*PROMPT*.
Transcribe only part of the material below: the lines from the one containing "filename src/covariance/run-covariance.ts" through the one containing "const n = model.states.length, nn = n * n;", inclusive, exactly as written.
───
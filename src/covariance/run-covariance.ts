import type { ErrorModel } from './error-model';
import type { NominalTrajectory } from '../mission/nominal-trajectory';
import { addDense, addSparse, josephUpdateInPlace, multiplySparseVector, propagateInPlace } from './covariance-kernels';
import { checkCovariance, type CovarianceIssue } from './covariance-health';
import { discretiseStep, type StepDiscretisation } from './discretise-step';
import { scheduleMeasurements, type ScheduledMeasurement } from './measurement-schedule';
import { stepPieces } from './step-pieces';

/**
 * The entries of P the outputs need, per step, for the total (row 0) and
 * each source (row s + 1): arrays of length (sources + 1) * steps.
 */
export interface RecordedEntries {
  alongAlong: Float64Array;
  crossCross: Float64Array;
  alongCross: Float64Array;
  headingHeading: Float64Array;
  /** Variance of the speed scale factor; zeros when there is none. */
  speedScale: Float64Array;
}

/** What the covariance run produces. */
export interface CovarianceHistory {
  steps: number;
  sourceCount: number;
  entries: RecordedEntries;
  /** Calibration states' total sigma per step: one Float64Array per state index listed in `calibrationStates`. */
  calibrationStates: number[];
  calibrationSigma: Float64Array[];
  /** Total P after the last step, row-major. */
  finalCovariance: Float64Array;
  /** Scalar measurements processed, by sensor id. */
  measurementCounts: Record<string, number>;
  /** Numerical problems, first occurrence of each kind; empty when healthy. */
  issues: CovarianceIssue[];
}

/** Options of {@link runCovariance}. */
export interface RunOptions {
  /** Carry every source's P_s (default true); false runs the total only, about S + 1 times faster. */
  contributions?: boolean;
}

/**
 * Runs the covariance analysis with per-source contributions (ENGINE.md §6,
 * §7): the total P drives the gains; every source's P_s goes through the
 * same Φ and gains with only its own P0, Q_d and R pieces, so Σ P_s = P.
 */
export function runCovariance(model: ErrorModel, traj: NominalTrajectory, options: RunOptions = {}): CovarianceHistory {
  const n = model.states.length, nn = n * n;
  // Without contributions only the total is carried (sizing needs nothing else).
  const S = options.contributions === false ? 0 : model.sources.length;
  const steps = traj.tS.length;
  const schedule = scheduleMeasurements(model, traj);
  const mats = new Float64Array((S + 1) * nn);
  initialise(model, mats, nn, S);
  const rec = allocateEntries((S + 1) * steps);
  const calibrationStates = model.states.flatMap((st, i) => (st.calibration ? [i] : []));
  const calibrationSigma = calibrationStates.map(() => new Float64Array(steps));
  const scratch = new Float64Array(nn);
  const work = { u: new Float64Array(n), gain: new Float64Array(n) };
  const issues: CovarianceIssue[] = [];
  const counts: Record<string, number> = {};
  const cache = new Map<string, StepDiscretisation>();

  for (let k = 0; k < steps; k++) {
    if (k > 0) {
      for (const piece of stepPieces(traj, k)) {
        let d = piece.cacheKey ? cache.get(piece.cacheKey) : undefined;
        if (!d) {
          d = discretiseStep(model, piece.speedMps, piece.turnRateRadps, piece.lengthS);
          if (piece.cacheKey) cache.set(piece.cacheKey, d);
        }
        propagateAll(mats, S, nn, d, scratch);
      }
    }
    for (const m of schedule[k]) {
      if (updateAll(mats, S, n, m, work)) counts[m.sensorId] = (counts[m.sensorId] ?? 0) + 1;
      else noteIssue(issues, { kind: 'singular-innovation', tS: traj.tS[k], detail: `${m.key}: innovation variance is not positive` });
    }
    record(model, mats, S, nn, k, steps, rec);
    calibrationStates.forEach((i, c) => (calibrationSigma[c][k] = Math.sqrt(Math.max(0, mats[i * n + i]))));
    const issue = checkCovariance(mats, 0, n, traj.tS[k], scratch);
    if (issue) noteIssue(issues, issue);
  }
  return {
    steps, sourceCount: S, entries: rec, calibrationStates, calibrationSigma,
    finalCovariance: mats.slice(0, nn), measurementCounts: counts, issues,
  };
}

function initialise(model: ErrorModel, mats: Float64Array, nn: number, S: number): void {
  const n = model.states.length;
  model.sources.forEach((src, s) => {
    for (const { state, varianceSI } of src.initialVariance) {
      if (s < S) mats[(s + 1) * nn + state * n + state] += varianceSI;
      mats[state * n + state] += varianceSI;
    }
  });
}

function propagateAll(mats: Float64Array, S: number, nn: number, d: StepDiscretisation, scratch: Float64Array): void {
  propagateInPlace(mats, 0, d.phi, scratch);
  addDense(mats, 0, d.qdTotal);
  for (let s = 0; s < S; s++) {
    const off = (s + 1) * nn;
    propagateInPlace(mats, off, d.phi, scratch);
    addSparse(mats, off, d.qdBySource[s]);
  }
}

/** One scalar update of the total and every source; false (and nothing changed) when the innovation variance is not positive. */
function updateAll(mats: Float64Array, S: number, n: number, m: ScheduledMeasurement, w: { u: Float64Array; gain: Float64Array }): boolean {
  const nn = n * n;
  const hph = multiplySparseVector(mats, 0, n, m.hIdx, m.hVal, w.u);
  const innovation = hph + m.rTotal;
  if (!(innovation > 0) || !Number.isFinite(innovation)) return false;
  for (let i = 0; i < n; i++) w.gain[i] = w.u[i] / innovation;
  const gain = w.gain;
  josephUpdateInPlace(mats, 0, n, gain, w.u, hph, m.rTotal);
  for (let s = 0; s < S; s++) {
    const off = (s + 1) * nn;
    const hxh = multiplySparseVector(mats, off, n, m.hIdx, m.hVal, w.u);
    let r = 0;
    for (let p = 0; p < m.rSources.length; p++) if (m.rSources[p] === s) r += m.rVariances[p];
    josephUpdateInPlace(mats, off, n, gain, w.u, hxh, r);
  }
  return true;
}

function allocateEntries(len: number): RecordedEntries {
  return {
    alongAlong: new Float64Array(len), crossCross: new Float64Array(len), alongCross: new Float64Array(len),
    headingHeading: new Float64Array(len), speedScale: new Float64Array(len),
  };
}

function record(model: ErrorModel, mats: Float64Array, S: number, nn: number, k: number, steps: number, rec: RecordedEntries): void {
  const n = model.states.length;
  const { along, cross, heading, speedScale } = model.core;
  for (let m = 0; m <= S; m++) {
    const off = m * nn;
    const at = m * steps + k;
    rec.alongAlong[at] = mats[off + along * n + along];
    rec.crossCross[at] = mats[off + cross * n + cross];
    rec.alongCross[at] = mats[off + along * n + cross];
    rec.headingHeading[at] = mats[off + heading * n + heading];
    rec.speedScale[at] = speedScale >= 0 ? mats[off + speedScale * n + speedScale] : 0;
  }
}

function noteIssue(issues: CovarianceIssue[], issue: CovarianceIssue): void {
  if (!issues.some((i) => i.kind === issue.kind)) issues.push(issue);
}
───
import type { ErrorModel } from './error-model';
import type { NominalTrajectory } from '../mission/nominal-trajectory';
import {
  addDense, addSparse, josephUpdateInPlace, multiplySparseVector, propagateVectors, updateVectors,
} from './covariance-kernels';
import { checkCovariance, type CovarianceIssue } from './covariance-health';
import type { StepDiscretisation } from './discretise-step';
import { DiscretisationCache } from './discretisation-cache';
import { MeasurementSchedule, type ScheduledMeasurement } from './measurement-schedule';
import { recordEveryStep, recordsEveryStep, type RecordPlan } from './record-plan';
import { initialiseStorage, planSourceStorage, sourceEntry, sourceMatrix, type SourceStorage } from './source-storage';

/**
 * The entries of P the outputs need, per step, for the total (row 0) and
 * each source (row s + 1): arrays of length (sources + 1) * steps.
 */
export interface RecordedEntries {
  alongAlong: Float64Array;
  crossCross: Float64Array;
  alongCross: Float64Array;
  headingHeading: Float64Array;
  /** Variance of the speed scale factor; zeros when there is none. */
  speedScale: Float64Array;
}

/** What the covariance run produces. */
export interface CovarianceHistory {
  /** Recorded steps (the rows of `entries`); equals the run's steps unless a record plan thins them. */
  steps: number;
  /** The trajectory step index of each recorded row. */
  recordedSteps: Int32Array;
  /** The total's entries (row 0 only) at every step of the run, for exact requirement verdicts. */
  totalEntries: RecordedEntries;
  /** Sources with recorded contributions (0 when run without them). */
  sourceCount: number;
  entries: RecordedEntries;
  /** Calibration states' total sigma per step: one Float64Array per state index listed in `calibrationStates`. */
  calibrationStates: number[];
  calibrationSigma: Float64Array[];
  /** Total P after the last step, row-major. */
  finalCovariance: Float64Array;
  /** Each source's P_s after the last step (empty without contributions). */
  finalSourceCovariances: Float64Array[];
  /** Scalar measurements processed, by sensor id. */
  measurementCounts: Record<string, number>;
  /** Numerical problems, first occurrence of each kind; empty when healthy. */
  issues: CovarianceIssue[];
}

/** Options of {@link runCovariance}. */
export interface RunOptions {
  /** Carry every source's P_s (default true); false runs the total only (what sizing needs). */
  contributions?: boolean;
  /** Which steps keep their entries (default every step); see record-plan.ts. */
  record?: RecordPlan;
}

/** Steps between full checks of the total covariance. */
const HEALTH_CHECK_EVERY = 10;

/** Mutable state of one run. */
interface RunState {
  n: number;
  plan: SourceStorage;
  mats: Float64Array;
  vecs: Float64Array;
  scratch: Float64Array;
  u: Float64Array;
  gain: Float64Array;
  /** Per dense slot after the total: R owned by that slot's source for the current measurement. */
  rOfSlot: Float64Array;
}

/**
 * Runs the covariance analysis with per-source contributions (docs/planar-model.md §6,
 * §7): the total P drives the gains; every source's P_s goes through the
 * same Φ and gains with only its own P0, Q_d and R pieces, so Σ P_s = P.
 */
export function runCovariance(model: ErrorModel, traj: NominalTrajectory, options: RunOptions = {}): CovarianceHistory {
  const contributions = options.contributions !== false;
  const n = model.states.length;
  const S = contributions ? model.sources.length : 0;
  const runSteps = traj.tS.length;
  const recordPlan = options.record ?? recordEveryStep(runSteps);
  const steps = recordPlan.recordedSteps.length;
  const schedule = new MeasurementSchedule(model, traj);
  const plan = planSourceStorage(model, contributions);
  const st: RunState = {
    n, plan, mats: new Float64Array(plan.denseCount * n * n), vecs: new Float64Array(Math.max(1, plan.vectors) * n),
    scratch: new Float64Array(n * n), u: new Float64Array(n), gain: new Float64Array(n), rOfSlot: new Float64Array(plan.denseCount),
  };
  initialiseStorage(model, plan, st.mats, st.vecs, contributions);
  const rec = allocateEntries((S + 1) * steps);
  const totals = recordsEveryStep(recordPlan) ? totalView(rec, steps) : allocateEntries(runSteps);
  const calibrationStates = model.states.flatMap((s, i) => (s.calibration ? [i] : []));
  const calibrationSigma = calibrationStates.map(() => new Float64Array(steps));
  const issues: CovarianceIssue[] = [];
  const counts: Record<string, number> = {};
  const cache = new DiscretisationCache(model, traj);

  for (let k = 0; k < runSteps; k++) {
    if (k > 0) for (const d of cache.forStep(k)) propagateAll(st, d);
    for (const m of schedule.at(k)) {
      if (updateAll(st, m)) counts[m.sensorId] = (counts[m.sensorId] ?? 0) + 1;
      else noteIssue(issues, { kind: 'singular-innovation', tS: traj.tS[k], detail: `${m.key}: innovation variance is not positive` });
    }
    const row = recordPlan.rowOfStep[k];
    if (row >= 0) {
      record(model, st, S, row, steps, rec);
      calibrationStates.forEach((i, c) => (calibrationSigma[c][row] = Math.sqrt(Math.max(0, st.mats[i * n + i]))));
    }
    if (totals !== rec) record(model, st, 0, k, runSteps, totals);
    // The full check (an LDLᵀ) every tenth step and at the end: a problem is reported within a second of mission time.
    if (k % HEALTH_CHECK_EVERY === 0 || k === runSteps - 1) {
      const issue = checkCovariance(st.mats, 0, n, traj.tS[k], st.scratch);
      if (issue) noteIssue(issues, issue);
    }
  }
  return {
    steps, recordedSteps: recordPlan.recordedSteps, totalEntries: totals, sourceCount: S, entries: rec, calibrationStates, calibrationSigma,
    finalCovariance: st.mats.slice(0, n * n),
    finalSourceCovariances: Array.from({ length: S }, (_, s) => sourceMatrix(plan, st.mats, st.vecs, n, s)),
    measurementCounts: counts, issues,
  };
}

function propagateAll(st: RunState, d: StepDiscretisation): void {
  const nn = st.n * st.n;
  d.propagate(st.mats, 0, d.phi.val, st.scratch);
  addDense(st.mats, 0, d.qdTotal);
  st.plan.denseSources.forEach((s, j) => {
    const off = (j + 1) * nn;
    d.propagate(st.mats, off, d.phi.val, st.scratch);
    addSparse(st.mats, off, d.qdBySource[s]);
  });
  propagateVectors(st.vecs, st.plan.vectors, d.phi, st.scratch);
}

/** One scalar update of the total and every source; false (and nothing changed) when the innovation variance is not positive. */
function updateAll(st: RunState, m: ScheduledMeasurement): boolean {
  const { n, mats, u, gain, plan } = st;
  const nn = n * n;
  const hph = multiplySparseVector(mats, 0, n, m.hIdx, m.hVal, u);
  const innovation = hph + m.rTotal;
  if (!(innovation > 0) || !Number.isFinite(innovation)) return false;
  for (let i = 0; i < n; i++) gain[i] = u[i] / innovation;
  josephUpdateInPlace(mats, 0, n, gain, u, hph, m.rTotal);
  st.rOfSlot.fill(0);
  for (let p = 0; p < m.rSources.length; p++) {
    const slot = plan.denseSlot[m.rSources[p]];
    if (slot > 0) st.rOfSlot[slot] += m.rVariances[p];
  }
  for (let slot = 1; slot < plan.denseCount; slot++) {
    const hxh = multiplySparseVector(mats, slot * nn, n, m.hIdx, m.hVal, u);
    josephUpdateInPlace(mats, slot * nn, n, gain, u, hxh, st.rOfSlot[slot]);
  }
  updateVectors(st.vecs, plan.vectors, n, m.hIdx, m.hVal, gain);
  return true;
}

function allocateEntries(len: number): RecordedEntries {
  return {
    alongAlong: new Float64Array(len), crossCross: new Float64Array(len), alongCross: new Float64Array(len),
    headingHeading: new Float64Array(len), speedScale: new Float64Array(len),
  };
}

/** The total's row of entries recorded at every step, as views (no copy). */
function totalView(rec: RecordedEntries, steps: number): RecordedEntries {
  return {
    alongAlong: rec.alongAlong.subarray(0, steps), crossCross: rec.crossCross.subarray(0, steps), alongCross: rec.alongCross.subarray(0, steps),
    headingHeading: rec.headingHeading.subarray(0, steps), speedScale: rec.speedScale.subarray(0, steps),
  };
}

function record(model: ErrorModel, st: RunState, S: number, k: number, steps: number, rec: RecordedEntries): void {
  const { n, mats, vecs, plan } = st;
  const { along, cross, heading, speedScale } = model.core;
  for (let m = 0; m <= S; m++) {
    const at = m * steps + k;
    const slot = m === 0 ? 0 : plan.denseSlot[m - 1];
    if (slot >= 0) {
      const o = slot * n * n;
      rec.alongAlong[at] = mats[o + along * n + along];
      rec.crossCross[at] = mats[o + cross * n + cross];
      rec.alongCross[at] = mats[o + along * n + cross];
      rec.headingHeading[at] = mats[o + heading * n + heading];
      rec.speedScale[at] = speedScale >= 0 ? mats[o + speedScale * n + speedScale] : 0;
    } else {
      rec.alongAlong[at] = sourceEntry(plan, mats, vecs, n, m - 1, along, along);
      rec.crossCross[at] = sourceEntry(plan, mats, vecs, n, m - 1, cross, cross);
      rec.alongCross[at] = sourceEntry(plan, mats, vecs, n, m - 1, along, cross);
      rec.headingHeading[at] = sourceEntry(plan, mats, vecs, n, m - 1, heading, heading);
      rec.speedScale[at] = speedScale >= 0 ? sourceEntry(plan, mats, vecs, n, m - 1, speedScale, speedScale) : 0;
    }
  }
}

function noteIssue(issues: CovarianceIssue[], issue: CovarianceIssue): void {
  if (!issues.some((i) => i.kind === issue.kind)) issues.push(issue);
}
───
*WORKED SOLUTION*.
filename src/covariance/run-covariance.ts
import type { ErrorModel } from './error-model';
import type { NominalTrajectory } from '../mission/nominal-trajectory';
import { addDense, addSparse, josephUpdateInPlace, multiplySparseVector, propagateInPlace } from './covariance-kernels';
import { checkCovariance, type CovarianceIssue } from './covariance-health';
import { discretiseStep, type StepDiscretisation } from './discretise-step';
import { scheduleMeasurements, type ScheduledMeasurement } from './measurement-schedule';
import { stepPieces } from './step-pieces';

/**
 * The entries of P the outputs need, per step, for the total (row 0) and
 * each source (row s + 1): arrays of length (sources + 1) * steps.
 */
export interface RecordedEntries {
  alongAlong: Float64Array;
  crossCross: Float64Array;
  alongCross: Float64Array;
  headingHeading: Float64Array;
  /** Variance of the speed scale factor; zeros when there is none. */
  speedScale: Float64Array;
}

/** What the covariance run produces. */
export interface CovarianceHistory {
  steps: number;
  sourceCount: number;
  entries: RecordedEntries;
  /** Calibration states' total sigma per step: one Float64Array per state index listed in `calibrationStates`. */
  calibrationStates: number[];
  calibrationSigma: Float64Array[];
  /** Total P after the last step, row-major. */
  finalCovariance: Float64Array;
  /** Scalar measurements processed, by sensor id. */
  measurementCounts: Record<string, number>;
  /** Numerical problems, first occurrence of each kind; empty when healthy. */
  issues: CovarianceIssue[];
}

/** Options of {@link runCovariance}. */
export interface RunOptions {
  /** Carry every source's P_s (default true); false runs the total only, about S + 1 times faster. */
  contributions?: boolean;
}

/**
 * Runs the covariance analysis with per-source contributions (ENGINE.md §6,
 * §7): the total P drives the gains; every source's P_s goes through the
 * same Φ and gains with only its own P0, Q_d and R pieces, so Σ P_s = P.
 */
export function runCovariance(model: ErrorModel, traj: NominalTrajectory, options: RunOptions = {}): CovarianceHistory {
  const n = model.states.length, nn = n * n;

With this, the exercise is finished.